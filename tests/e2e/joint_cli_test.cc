// End-to-end: `porofit fit` on a study with joint fits across samples
// (tests/data/good/joint.yaml, invented data: four plugs, true P_close = 12 MPa).
#include <gtest/gtest.h>
#include <sys/wait.h>
#include <unistd.h>

#include <cstdlib>
#include <filesystem>
#include <fstream>
#include <sstream>
#include <string>

#include <nlohmann/json.hpp>

namespace porofit {
namespace {

namespace fs = std::filesystem;

std::string Slurp(const fs::path& p) {
  std::ifstream in(p, std::ios::binary);
  std::stringstream s;
  s << in.rdbuf();
  return s.str();
}

class JointCli : public ::testing::Test {
 protected:
  void SetUp() override {
    dir_ = fs::temp_directory_path() / ("porofit-joint-e2e-" + std::to_string(::getpid()));
    fs::remove_all(dir_);
    fs::create_directories(dir_);
  }
  void TearDown() override { fs::remove_all(dir_); }
  int Fit(const fs::path& out) const {
    const std::string study = std::string(POROFIT_TEST_DATA_DIR) + "/good/joint.yaml";
    const std::string cmd = std::string("POROFIT_FIXED_TIMESTAMP=2026-02-03T04:05:06Z '") + POROFIT_EXE + "' fit '" +
                            study + "' --out '" + out.string() + "' >'" + (dir_ / "stdout.txt").string() +
                            "' 2>&1 </dev/null";
    const int status = std::system(cmd.c_str());
    return WIFEXITED(status) ? WEXITSTATUS(status) : -1;
  }
  fs::path dir_;
};

// Data rows of a CSV (comment lines and the header dropped).
std::vector<std::string> Rows(const std::string& text) {
  std::vector<std::string> rows;
  std::istringstream in(text);
  std::string line;
  bool header = true;
  while (std::getline(in, line)) {
    if (line.empty() || line[0] == '#') continue;
    if (header) {
      header = false;
      continue;
    }
    rows.push_back(line);
  }
  return rows;
}

TEST_F(JointCli, FitWritesJointTablesJsonAndSummaryLines) {
  const fs::path out = dir_ / "out";
  ASSERT_EQ(Fit(out), 0) << Slurp(dir_ / "stdout.txt");

  // joint_fits.csv: facies-A has 4 members x 3 parameters, clean-vertical 2 x 3.
  const std::string table = Slurp(out / "joint_fits.csv");
  EXPECT_EQ(table.rfind("# ", 0), 0u);
  EXPECT_EQ(Rows(table).size(), 4u * 3u + 2u * 3u);
  EXPECT_NE(table.find("facies-A,exp-modulus,converged,F3,P_close,MPa,yes,"), std::string::npos);

  // joint_tests.csv: one row per joint fit; the common P_close is accepted,
  // the common K_0 (true values 8 and 6 GPa) rejected.
  const std::vector<std::string> tests = Rows(Slurp(out / "joint_tests.csv"));
  ASSERT_EQ(tests.size(), 2u);
  EXPECT_NE(tests[0].find("shared accepted"), std::string::npos) << tests[0];
  EXPECT_NE(tests[1].find("shared rejected"), std::string::npos) << tests[1];

  // joint_alpha.csv: only F1 and F2 have K_s.
  const std::vector<std::string> alpha = Rows(Slurp(out / "joint_alpha.csv"));
  ASSERT_FALSE(alpha.empty());
  for (const std::string& r : alpha) {
    EXPECT_TRUE(r.find(",F1,") != std::string::npos || r.find(",F2,") != std::string::npos) << r;
  }

  const nlohmann::json j = nlohmann::json::parse(Slurp(out / "results.json"));
  ASSERT_EQ(j["joint_fits"].size(), 2u);
  const nlohmann::json& a = j["joint_fits"][0];
  EXPECT_EQ(a["name"], "facies-A");
  EXPECT_EQ(a["statistics"]["n"], 48);
  EXPECT_EQ(a["statistics"]["p"], 9);
  const double pc = a["coordinates"][0]["estimate"], se = a["coordinates"][0]["std_error"];
  EXPECT_EQ(a["coordinates"][0]["label"], "P_close");
  EXPECT_LT(std::abs(pc - 12.0), 3 * se) << pc << " +- " << se;  // MPa; true value of the invented data
  EXPECT_EQ(a["covariance"]["matrix"].size(), 9u);
  EXPECT_EQ(a["members"][0]["alpha"]["computed"], true);
  EXPECT_EQ(a["members"][2]["alpha"]["computed"], false);
  EXPECT_FALSE(a["notes"].empty());

  const std::string summary = Slurp(out / "summary.txt");
  EXPECT_NE(summary.find("Joint fits across samples"), std::string::npos);
  EXPECT_NE(summary.find("facies-A: exp-modulus on F1;F2;F3;F4, shared P_close - converged"), std::string::npos);
}

}  // namespace
}  // namespace porofit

+ + + + +

* **Task details**
Of the lines above, copy each that contains "text".

* **Exercise result**
std::vector<std::string> Rows(const std::string& text) {
  std::istringstream in(text);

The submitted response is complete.